══ Input records

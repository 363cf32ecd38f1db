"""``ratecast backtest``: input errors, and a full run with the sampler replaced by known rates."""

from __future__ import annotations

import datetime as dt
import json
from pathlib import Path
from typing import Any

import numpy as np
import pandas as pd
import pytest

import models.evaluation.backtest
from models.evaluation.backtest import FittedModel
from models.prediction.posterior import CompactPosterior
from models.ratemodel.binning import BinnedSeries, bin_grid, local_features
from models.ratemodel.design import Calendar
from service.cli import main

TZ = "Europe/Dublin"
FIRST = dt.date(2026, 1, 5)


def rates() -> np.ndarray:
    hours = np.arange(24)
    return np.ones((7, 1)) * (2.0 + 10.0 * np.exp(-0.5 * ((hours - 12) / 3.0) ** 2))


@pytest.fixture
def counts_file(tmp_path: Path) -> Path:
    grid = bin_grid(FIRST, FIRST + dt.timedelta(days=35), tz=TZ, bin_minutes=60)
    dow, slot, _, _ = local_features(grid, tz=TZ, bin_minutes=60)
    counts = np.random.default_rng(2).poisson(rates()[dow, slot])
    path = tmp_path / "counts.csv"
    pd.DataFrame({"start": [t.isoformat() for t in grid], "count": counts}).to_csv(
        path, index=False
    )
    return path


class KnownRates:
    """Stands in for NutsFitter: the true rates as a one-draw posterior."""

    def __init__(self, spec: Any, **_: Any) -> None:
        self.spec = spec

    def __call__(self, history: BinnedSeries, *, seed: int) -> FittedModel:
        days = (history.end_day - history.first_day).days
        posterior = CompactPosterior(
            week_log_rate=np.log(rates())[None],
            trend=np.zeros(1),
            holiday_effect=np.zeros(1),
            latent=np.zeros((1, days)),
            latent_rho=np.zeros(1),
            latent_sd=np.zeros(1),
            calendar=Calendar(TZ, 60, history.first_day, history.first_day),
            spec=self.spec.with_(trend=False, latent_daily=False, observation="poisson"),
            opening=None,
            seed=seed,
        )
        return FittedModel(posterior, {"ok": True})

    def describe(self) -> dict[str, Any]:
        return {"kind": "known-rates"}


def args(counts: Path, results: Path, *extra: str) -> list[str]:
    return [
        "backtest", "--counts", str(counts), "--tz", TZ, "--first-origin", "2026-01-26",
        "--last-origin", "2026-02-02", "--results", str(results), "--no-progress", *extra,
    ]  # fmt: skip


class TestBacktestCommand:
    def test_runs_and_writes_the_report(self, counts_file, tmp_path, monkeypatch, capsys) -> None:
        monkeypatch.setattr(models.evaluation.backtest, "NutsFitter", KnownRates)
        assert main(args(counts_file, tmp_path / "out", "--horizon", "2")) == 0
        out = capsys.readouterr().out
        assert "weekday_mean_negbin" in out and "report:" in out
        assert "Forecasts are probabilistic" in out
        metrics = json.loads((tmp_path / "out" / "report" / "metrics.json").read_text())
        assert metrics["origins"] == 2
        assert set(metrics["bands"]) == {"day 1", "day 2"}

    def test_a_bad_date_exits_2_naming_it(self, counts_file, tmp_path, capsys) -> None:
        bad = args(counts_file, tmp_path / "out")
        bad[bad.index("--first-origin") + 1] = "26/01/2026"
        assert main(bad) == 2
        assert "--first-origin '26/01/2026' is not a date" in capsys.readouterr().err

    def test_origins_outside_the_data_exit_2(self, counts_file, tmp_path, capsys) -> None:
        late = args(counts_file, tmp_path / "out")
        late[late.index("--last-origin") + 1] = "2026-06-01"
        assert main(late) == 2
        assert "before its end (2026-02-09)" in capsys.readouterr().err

════

You are asked to transcribe the complete data exactly.

> _Task solution_
repository 363cf32ecd38f1db
"""``ratecast backtest``: input errors, and a full run with the sampler replaced by known rates."""

from __future__ import annotations

import datetime as dt
import json
from pathlib import Path
from typing import Any

import numpy as np
import pandas as pd
import pytest

import models.evaluation.backtest
from models.evaluation.backtest import FittedModel
from models.prediction.posterior import CompactPosterior
from models.ratemodel.binning import BinnedSeries, bin_grid, local_features
from models.ratemodel.design import Calendar
from service.cli import main

TZ = "Europe/Dublin"
FIRST = dt.date(2026, 1, 5)


def rates() -> np.ndarray:
    hours = np.arange(24)
    return np.ones((7, 1)) * (2.0 + 10.0 * np.exp(-0.5 * ((hours - 12) / 3.0) ** 2))


@pytest.fixture
def counts_file(tmp_path: Path) -> Path:
    grid = bin_grid(FIRST, FIRST + dt.timedelta(days=35), tz=TZ, bin_minutes=60)
    dow, slot, _, _ = local_features(grid, tz=TZ, bin_minutes=60)
    counts = np.random.default_rng(2).poisson(rates()[dow, slot])
    path = tmp_path / "counts.csv"
    pd.DataFrame({"start": [t.isoformat() for t in grid], "count": counts}).to_csv(
        path, index=False
    )
    return path


class KnownRates:
    """Stands in for NutsFitter: the true rates as a one-draw posterior."""

    def __init__(self, spec: Any, **_: Any) -> None:
        self.spec = spec

    def __call__(self, history: BinnedSeries, *, seed: int) -> FittedModel:
        days = (history.end_day - history.first_day).days
        posterior = CompactPosterior(
            week_log_rate=np.log(rates())[None],
            trend=np.zeros(1),
            holiday_effect=np.zeros(1),
            latent=np.zeros((1, days)),
            latent_rho=np.zeros(1),
            latent_sd=np.zeros(1),
            calendar=Calendar(TZ, 60, history.first_day, history.first_day),
            spec=self.spec.with_(trend=False, latent_daily=False, observation="poisson"),
            opening=None,
            seed=seed,
        )
        return FittedModel(posterior, {"ok": True})

    def describe(self) -> dict[str, Any]:
        return {"kind": "known-rates"}


def args(counts: Path, results: Path, *extra: str) -> list[str]:
    return [
        "backtest", "--counts", str(counts), "--tz", TZ, "--first-origin", "2026-01-26",
        "--last-origin", "2026-02-02", "--results", str(results), "--no-progress", *extra,
    ]  # fmt: skip


class TestBacktestCommand:
    def test_runs_and_writes_the_report(self, counts_file, tmp_path, monkeypatch, capsys) -> None:
        monkeypatch.setattr(models.evaluation.backtest, "NutsFitter", KnownRates)
        assert main(args(counts_file, tmp_path / "out", "--horizon", "2")) == 0
        out = capsys.readouterr().out
        assert "weekday_mean_negbin" in out and "report:" in out
        assert "Forecasts are probabilistic" in out
        metrics = json.loads((tmp_path / "out" / "report" / "metrics.json").read_text())
        assert metrics["origins"] == 2
        assert set(metrics["bands"]) == {"day 1", "day 2"}

    def test_a_bad_date_exits_2_naming_it(self, counts_file, tmp_path, capsys) -> None:
        bad = args(counts_file, tmp_path / "out")
        bad[bad.index("--first-origin") + 1] = "26/01/2026"
        assert main(bad) == 2
        assert "--first-origin '26/01/2026' is not a date" in capsys.readouterr().err

    def test_origins_outside_the_data_exit_2(self, counts_file, tmp_path, capsys) -> None:
        late = args(counts_file, tmp_path / "out")
        late[late.index("--last-origin") + 1] = "2026-06-01"
        assert main(late) == 2
        assert "before its end (2026-02-09)" in capsys.readouterr().err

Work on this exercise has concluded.